Task input

****************************************

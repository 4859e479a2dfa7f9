import type { VesselView } from '#shared/schemas/vessel'
import type { VesselWithBeer } from '#server/database/queries/vessels'
import { presentLayers, presentVessel } from '#server/presenters/vessel'
import { cellarOn, overBrim, readCellarState, standingOn, type CellarOnDay, type CellarState } from './cellarState'
import type { Work } from './work'

export interface OnDay {
  /** The end of this civil date; today if not given. A vessel's standing is always today's. */
  on?: string
  layers?: boolean
}

/** All vessels of the brewery in walking order, with what is in each at the end of a day. */
export async function listVessels(work: Work, options: OnDay = {}): Promise<VesselView[]> {
  const state = await readCellarState(work.tx, work.brewery.id)
  return picturesOf(work, state, options)
}

/** The same from a state that was read already. */
export function picturesOf(work: Work, state: CellarState, options: OnDay = {}): VesselView[] {
  const on = options.on ?? work.today
  const then = cellarOn(state, on)
  const now = on === work.today ? then : cellarOn(state, work.today)
  return state.vessels.map(vessel => pictureOf(vessel, { state, then, now, on, today: work.today, layers: options.layers ?? false }))
}

interface Moment {
  state: CellarState
  then: CellarOnDay
  now: CellarOnDay
  on: string
  today: string
  layers: boolean
}

function pictureOf(vessel: VesselWithBeer, { state, then, now, on, today, layers }: Moment): VesselView {
  const stack = then.stack(vessel.id)
  return {
    ...presentVessel({ vessel, stack, standing: standingOn(state, vessel, now, today), overBrim: overBrim(state, vessel, stack.litres, on) }),
    ...(layers && { layers: presentLayers(stack, state.brews) }),
  }
}
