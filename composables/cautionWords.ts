import type { VesselKind } from '#shared/cellar/vessel'
import type { ActKind } from './actFields'

const TWO_PEOPLE_LITRES = 600

export interface Caution { title: string, sentence: string }

/** Where people can be hurt by an act on a vessel. */
export function cautionOf(kind: VesselKind, act: ActKind, litres: number): Caution {
  const gas = 'Carbon dioxide gathers low in the room: ventilate before and while you work, and leave at once if you feel dizzy.'
  const two = litres > TWO_PEOPLE_LITRES ? ' Two people.' : ''
  if (kind === 'keg' || kind === 'steel') return { title: 'Pressure, gas, pumps.', sentence: `Let all pressure off and see the gauge at nought before anything is opened; keep the vent open while beer moves, or the vessel can burst or be sucked in. ${gas}${two}` }
  if (kind === 'glassCarboy') return { title: 'Glass, weight, gas.', sentence: `Never lift it full by its neck, never put it under pressure; wear gloves and eye protection, and let two carry it. ${gas}` }
  if (kind === 'plasticCarboy') return { title: 'Weight, gas.', sentence: `Let two carry it when it is full. ${gas}` }
  const lifting = act === 'move' ? ' Do not roll or lift a full cask alone.' : ''
  return { title: 'Gas, vacuum, pumps.', sentence: `Open the vent before anything moves. ${gas}${lifting}${two}` }
}

export const RULES_FIRST = 'Follow your site rules, local law and the product’s own label; ask a licensed or qualified person if unsure.'
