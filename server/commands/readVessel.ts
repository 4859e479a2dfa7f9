import type { VesselView } from '#shared/schemas/vessel'
import { Fault } from '#shared/types/fault'
import { listVessels, type OnDay } from './listVessels'
import type { Work } from './work'

/** One vessel, with what is in it at the end of a day. */
export async function readVessel(work: Work, id: string, options: OnDay = {}): Promise<VesselView> {
  const vessel = (await listVessels(work, options)).find(one => one.id === id)
  if (!vessel) throw noSuchVessel()
  return vessel
}

/** The fault of an id that no vessel of the brewery bears. */
export function noSuchVessel(): Fault {
  return new Fault('notFound', 'There is no such vessel.')
}
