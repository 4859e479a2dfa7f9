import { and, eq, isNull } from 'drizzle-orm'
import { v7 as newId } from 'uuid'
import type { Tx } from '#server/database/client'
import { anyBrewery } from '#server/database/queries/people'
import { tokens } from '#server/database/schema/index'
import { hashToken, newCode, tidyCode } from '#server/security/secrets'

const GOOD_FOR_MILLIS = 60 * 60_000

/** A new one-time code for the set-up of an empty installation, in place of any earlier one; null where a brewery is. */
export async function issueSetUpCode(tx: Tx, now: Date): Promise<{ code: string, until: Date } | null> {
  if (await anyBrewery(tx)) return null
  await tx.delete(tokens).where(and(eq(tokens.kind, 'setUp'), isNull(tokens.usedAt)))
  const code = newCode()
  const until = new Date(now.getTime() + GOOD_FOR_MILLIS)
  await tx.insert(tokens).values({ id: newId(), kind: 'setUp', hash: hashToken(tidyCode(code)), createdAt: now, expiresAt: until })
  return { code, until }
}
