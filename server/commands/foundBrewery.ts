import { v7 as newId } from 'uuid'
import { civilDateIn } from '#shared/cellar/civilDate'
import type { Tx } from '#server/database/client'
import { openBrewery } from '#server/database/door'
import { breweries, memberships, users } from '#server/database/schema/index'
import { audit } from './audit'
import type { Work } from './work'

export interface Founding {
  breweryName: string
  timeZone: string
  /** `06:30`, by the brewery's clock. */
  sendAt?: string
  owner: { name: string, email: string, passwordHash: string }
}

/** Make a brewery and its owner, and go on in it: what follows in the transaction is done by that owner. */
export async function foundBrewery(tx: Tx, { breweryName, timeZone, sendAt, owner }: Founding, now: Date): Promise<Work> {
  const brewery = { id: newId(), name: breweryName, timeZone }
  const person = { id: newId(), name: owner.name, email: owner.email }
  await tx.insert(breweries).values({ ...brewery, ...(sendAt !== undefined && { sendAt }), createdAt: now })
  await tx.insert(users).values({ ...person, passwordHash: owner.passwordHash, createdAt: now })
  await openBrewery(tx, brewery.id)
  await tx.insert(memberships).values({ breweryId: brewery.id, userId: person.id, role: 'owner' })
  const work: Work = { tx, brewery, person, role: 'owner', now, today: civilDateIn(timeZone, now.getTime()) }
  await audit(work, { action: 'brewery.founded', subject: { kind: 'brewery', id: brewery.id } })
  return work
}
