import { and, eq } from 'drizzle-orm'
import type { BrewChange, BrewView } from '#shared/schemas/brew'
import { fieldFault, Fault } from '#shared/types/fault'
import { beersByCode } from '#server/database/queries/ledger'
import { brews } from '#server/database/schema/index'
import { audit } from './audit'
import { readCellarState } from './cellarState'
import { brewsOf } from './listBrews'
import type { Work } from './work'

/** Say which beer a brew is of, or how well its day is known. Its code and day are what lines of the ledger stand on, and stay. */
export async function changeBrew(work: Work, id: string, { version, beerCode, ageBandDays }: BrewChange): Promise<BrewView> {
  const { tx, brewery } = work
  const [before] = await tx.select().from(brews).where(and(eq(brews.breweryId, brewery.id), eq(brews.id, id))).for('no key update')
  if (!before) throw new Fault('notFound', 'There is no such brew.')
  if (before.version !== version) throw new Fault('stale', 'Somebody changed this brew first.', { current: await describe(work, id) })
  const beer = beerCode === undefined || beerCode === null ? undefined : (await beersByCode(tx, brewery.id)).find(one => one.code === beerCode)
  if (typeof beerCode === 'string' && !beer) throw fieldFault('beerCode', 'There is no beer with this code.')
  await tx.update(brews).set({
    ...(beerCode !== undefined && { beerId: beer?.id ?? null }),
    ...(ageBandDays !== undefined && { ageBandDays }),
    version: version + 1,
  }).where(and(eq(brews.breweryId, brewery.id), eq(brews.id, id)))
  await audit(work, { action: 'brew.changed', subject: { kind: 'brew', id }, detail: { beerCode, ageBandDays } })
  return describe(work, id)
}

async function describe({ tx, brewery, today }: Work, id: string): Promise<BrewView> {
  const brew = brewsOf(await readCellarState(tx, brewery.id), today).find(one => one.id === id)
  if (!brew) throw new Fault('notFound', 'There is no such brew.')
  return brew
}
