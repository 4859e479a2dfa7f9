import { openDatabase } from '#server/database/client'
import { withoutBrewery } from '#server/database/door'
import { issueSetUpCode } from './issueSetUpCode'

/** The one-time code that a start prints, for a script that has no database open: null where a brewery is already. */
export async function freshSetUpCode({ databaseUrl, now }: { databaseUrl: string, now: Date }): Promise<{ code: string, until: Date } | null> {
  const database = openDatabase(databaseUrl, { connections: 1 })
  try {
    return await withoutBrewery(database, tx => issueSetUpCode(tx, now))
  }
  finally {
    await database.close()
  }
}
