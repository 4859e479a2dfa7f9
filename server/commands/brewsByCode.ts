import { and, eq, inArray } from 'drizzle-orm'
import { v7 as newId } from 'uuid'
import { Fault } from '#shared/types/fault'
import { beersByCode } from '#server/database/queries/ledger'
import { brews } from '#server/database/schema/index'
import { inParts } from './inParts'
import type { Work } from './work'

export interface NamedBrew {
  code: string
  brewedOn: string
  ageBandDays?: number
  beerCode?: string
}

/** A brew as far as a line of the ledger has to know it. */
export interface KnownBrew {
  id: string
  code: string
  brewedOn: string
}

/** Brews by their codes; those that are new are made. A code that names another day is refused. */
export async function brewsByCode(work: Work, named: readonly NamedBrew[]): Promise<Map<string, KnownBrew>> {
  if (named.length === 0) return new Map()
  const { tx, brewery } = work
  const beers = await beersByCode(tx, brewery.id)
  const wanted = new Map(named.map(brew => [brew.code, brew]))
  const known = new Map<string, KnownBrew>()
  for (const some of inParts([...wanted.values()])) {
    await tx.insert(brews).values(some.map(brew => ({
      breweryId: brewery.id,
      id: newId(),
      code: brew.code,
      brewedOn: brew.brewedOn,
      ageBandDays: brew.ageBandDays ?? null,
      beerId: beerIdOf(brew, beers),
      createdAt: work.now,
    }))).onConflictDoNothing({ target: [brews.breweryId, brews.code] })
    const rows = await tx.select({ id: brews.id, code: brews.code, brewedOn: brews.brewedOn }).from(brews)
      .where(and(eq(brews.breweryId, brewery.id), inArray(brews.code, some.map(brew => brew.code))))
    for (const row of rows) {
      requireSameDay(row, wanted.get(row.code))
      known.set(row.code, row)
    }
  }
  return known
}

function requireSameDay(row: { code: string, brewedOn: string }, wanted: NamedBrew | undefined): void {
  if (wanted?.brewedOn === row.brewedOn) return
  throw new Fault('invalid', `Brew ${row.code} was brewed on ${row.brewedOn}. One code has one brew day.`, { errors: [{ field: 'movements', message: `Brew ${row.code} was brewed on ${row.brewedOn}.` }] })
}

/** The beer of a brew: as it is named, else the one whose code begins the brew's, the longest such, else none. */
export function beerIdOf({ code, beerCode }: Pick<NamedBrew, 'code' | 'beerCode'>, beers: readonly { id: string, code: string }[]): string | null {
  if (beerCode !== undefined) return beers.find(beer => beer.code === beerCode)?.id ?? null
  const begins = beers.filter(beer => code.startsWith(beer.code)).sort((a, b) => b.code.length - a.code.length)
  return begins[0]?.id ?? null
}
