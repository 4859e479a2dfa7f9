import type { StackView } from '#shared/schemas/stack'
import { failReading } from './problem'
import { onQuery } from './useVessels'

/** What is in a vessel on a day, without its ledger: for a form that shows what an act would do. */
export function useStack(id: () => string | null, on: () => string | null) {
  const api = useApi()
  const ready = useAsyncData(
    () => `stack ${id() ?? 'none'} ${on() ?? 'today'}`,
    async (): Promise<StackView | null> => {
      const vessel = id()
      return vessel === null ? null : api<StackView>(`/api/vessels/${vessel}/stack`, { query: onQuery(on()) }).catch(failReading)
    },
  )
  return { stack: ready.data, ready }
}
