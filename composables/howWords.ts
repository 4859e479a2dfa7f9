import type { MovementView } from '#shared/schemas/ledger'
import type { StackView } from '#shared/schemas/stack'
import { sumOf } from './cohorts'
import type { StackCohort } from './cohorts'
import { changeIn } from './ledgerLines'
import { dayWords, litreWords, oneDecimal } from './vesselWords'

const LARGEST = 3
const THREE_YEARS = 1_096

/** How the mean age of a stack came about, with its weightiest terms. */
export function meanWords({ cohorts, meanAgeDays }: StackView): string[] {
  const beer = sumOf(cohorts, ({ litres }) => litres)
  const heavy = [...cohorts].sort((a, b) => b.litres * b.ageDays - a.litres * a.ageDays).slice(0, LARGEST)
  const others = cohorts.length - heavy.length
  const terms = heavy.map(({ brewCode, litres, ageDays }) => `${brewCode} ${litreWords(oneDecimal(litres))} × ${dayWords(ageDays)}`)
  const all = sumOf(cohorts, ({ litres, ageDays }) => litres * ageDays)
  return [
    'Each brew’s litres times its age since the brew day, added up, divided by all the beer.',
    `${terms.join(', ')}${others > 0 ? ` and ${others} more` : ''} come to ${Math.round(all).toLocaleString('en-GB')} litre-days; ÷ ${litreWords(oneDecimal(beer))} = ${dayText(meanAgeDays)}.`,
  ]
}

/** How an age was found that a share of the beer is younger than. */
export function percentileWords(stack: StackView): string[] {
  const told = [['A tenth', 0.1, stack.p10AgeDays], ['Half', 0.5, stack.p50AgeDays], ['Nine tenths', 0.9, stack.p90AgeDays]] as const
  const beer = sumOf(stack.cohorts, ({ litres }) => litres)
  return [
    'From the youngest brew on, litres are added up until so much of the beer is reached; the age of the brew that reaches it is told.',
    told.map(([words, share, days]) => `${words} is ${litreWords(oneDecimal(beer * share))}: reached with ${namesAt(stack.cohorts, days)}, ${dayWords(days)}`).join('. ') + '.',
  ]
}

/** How much of the beer is three years old and more. */
export function overThreeWords({ cohorts, shareOver3Years }: StackView): string[] {
  const beer = sumOf(cohorts, ({ litres }) => litres)
  const old = cohorts.filter(({ ageDays }) => ageDays >= THREE_YEARS)
  const oldLitres = sumOf(old, ({ litres }) => litres)
  return [`${old.length === 1 ? 'One brew is' : `${old.length} brews are`} 1,096 days old or more; they hold ${litreWords(oneDecimal(oldLitres))} of ${litreWords(oneDecimal(beer))}: ${oneDecimal((shareOver3Years ?? 0) * 100)}\u00A0%.`]
}

/** How the litres in a vessel came about, by its lines up to a day. */
export function volumeWords(movements: readonly MovementView[], vesselId: string, { on, litres, volumeDoubt }: StackView): string[] {
  const changes = movements.filter(line => line.reversal === null && line.occurredOn <= on).map(line => changeIn(line, vesselId))
  const [into, out] = [changes.filter(change => change > 0), changes.filter(change => change < 0)]
  return [
    `${litreWords(oneDecimal(sumOf(into, change => change)))} came in by ${into.length} lines, ${litreWords(oneDecimal(-sumOf(out, change => change)))} went out by ${out.length}: ${litreWords(oneDecimal(litres))}. Lines struck out do not count.`,
    ...volumeDoubt ? ['At some line more went out than was there. It counts as emptied then, until the missing line is entered.'] : [],
  ]
}

/** How each share came about. */
export function shareWords({ litres }: StackView): string[] {
  return [
    `A draw or a loss takes the same part of every brew, a refill lies on top. What of a brew is left then, divided by the ${litreWords(oneDecimal(litres))} that are in it, is its share.`,
    'Ages count from the brew day. What is less than 0.01 % stands with the older rest.',
  ]
}

const namesAt = (cohorts: readonly StackCohort[], days: number | null) => cohorts.filter(({ ageDays }) => ageDays === days).map(({ brewCode }) => brewCode).join(' and ')
const dayText = (days: number | null) => days === null ? '–' : `${days.toFixed(1)}\u00A0d`
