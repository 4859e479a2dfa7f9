import type { VesselEventView } from '#shared/schemas/vesselEvent'
import { eventsOfVessel } from '#server/database/queries/vesselEvents'
import { vesselById } from '#server/database/queries/vessels'
import { presentVesselEvent } from '#server/presenters/vesselEvent'
import { noSuchVessel } from './readVessel'
import type { Work } from './work'

/** What befell a vessel besides its beer, newest first. */
export async function listVesselEvents({ tx, brewery }: Work, vesselId: string): Promise<VesselEventView[]> {
  if (!await vesselById(tx, brewery.id, vesselId)) throw noSuchVessel()
  return (await eventsOfVessel(tx, brewery.id, vesselId)).map(presentVesselEvent)
}
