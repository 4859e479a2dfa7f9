import { usuallyWooden } from '#shared/cellar/vessel'
import type { VesselCreate, VesselView } from '#shared/schemas/vessel'
import { fieldFault, Fault } from '#shared/types/fault'
import { breaksUnique, savepoint } from '#server/database/door'
import { nextPlaceOnTheWalk, vesselById, type VesselRow } from '#server/database/queries/vessels'
import { vessels } from '#server/database/schema/index'
import { audit } from './audit'
import { readVessel } from './readVessel'
import type { Work } from './work'

/**
 * Set up a vessel. The sender makes the id: the same id with the same content again finds the vessel that the first one
 * made (`made` is false), with other content it is refused.
 */
export async function createVessel(work: Work, input: VesselCreate, beerId: string | null = null): Promise<{ vessel: VesselView, made: boolean }> {
  const { tx, brewery } = work
  const known = await vesselById(tx, brewery.id, input.id)
  if (known) return replay(work, known, input)
  const row = {
    breweryId: brewery.id,
    id: input.id,
    name: input.name,
    kind: input.kind,
    workingLitres: input.workingLitres,
    wood: input.wood ?? usuallyWooden(input.kind),
    walkingOrder: input.walkingOrder ?? await nextPlaceOnTheWalk(tx, brewery.id),
    beerId,
    createdAt: work.now,
  }
  try {
    const [vessel] = await savepoint(tx, () => tx.insert(vessels).values(row).returning())
    if (!vessel) throw new Error('an insert gave no row back')
    await audit(work, { action: 'vessel.created', subject: { kind: 'vessel', id: vessel.id }, detail: { ...input } })
    return { vessel: await readVessel(work, vessel.id), made: true }
  }
  catch (error) {
    // Two at once with one id: the second finds what the first has just kept.
    if (breaksUnique(error, 'vessels_pkey') || breaksUnique(error, 'vessels_name_key')) {
      const first = await vesselById(tx, brewery.id, input.id)
      if (first) return replay(work, first, input)
      throw nameTaken(input.name)
    }
    throw error
  }
}

/** The fault of a name that another vessel of the brewery bears. */
export function nameTaken(name: string): Fault {
  return fieldFault('name', `A vessel named ${name} stands here already. Take another name.`)
}

async function replay(work: Work, known: VesselRow, input: VesselCreate): Promise<{ vessel: VesselView, made: boolean }> {
  const same = known.name === input.name && known.kind === input.kind && known.workingLitres === input.workingLitres
    && (input.wood === undefined || known.wood === input.wood)
    && (input.walkingOrder === undefined || known.walkingOrder === input.walkingOrder)
  const vessel = await readVessel(work, known.id)
  if (!same) throw new Fault('sameIdOtherContent', 'A vessel with this id is kept already, and it is another one.', { current: vessel })
  return { vessel, made: false }
}
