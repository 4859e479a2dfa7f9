import type { Ability, Role } from '#shared/abilities'
import { can } from '#shared/abilities'

export interface Screen {
  word: string
  path: string
  /** Other paths that belong to it, without a word of their own. */
  holds?: readonly string[]
  /** What a role must be allowed to do for the screen to mean anything to it. */
  ability: Ability
}

/** The screens that the head of the page names, in its order. A new screen is one more line. */
export const SCREENS: readonly Screen[] = [
  { word: 'Cellar', path: '/cellar', holds: ['/vessels'], ability: 'readCellar' },
  { word: 'Brews', path: '/brews', ability: 'readCellar' },
  { word: 'Ledger', path: '/ledger', ability: 'exportLedger' },
]

/** Whether a path belongs to a screen without being its own. */
export function isWithin({ path: own, holds = [] }: Screen, path: string): boolean {
  return [own, ...holds].some(start => path.startsWith(`${start}/`))
}

/** The screens that a role may see. */
export function screensFor(role: Role | null): readonly Screen[] {
  return role === null ? [] : SCREENS.filter(screen => can(role, screen.ability))
}

/** Where a person begins: the first screen of the role, or their own page. */
export function firstScreen(role: Role | null): string {
  return screensFor(role)[0]?.path ?? '/you'
}
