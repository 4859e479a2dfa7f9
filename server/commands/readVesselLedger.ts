import type { VesselLedger } from '#shared/schemas/ledger'
import { actsByIds, brewsOldestFirst, movementsOfVessel, notesOfVessel, reversalsOf } from '#server/database/queries/ledger'
import { vesselsInWalkingOrder } from '#server/database/queries/vessels'
import { presentMovement } from '#server/presenters/ledger'
import { noSuchVessel } from './readVessel'
import type { Work } from './work'

/** The lines and notes of a vessel, newest first, those struck out among them. */
export async function readVesselLedger({ tx, brewery }: Work, vesselId: string): Promise<VesselLedger> {
  const vessels = await vesselsInWalkingOrder(tx, brewery.id)
  if (!vessels.some(vessel => vessel.id === vesselId)) throw noSuchVessel()
  const rows = await movementsOfVessel(tx, brewery.id, vesselId)
  const brews = new Map((await brewsOldestFirst(tx, brewery.id)).map(brew => [brew.id, brew]))
  const struck = new Map((await reversalsOf(tx, brewery.id, rows.map(row => row.id))).map(reversal => [reversal.movementId, reversal]))
  const acts = await actsByIds(tx, brewery.id, [...new Set(rows.map(row => row.actId))])
  return {
    movements: rows.map(row => presentMovement(row, { vessels, brews }, struck.get(row.id))),
    notes: await notesOfVessel(tx, brewery.id, vesselId),
    acts: acts.map(({ id, note, recordedAt, recordedByName }) => ({ id, note, recordedAt: recordedAt.toISOString(), recordedByName })),
  }
}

****************************************

Required action
What is needed is a single number: how many lines of the data contain the word "presenters".

Your solution
3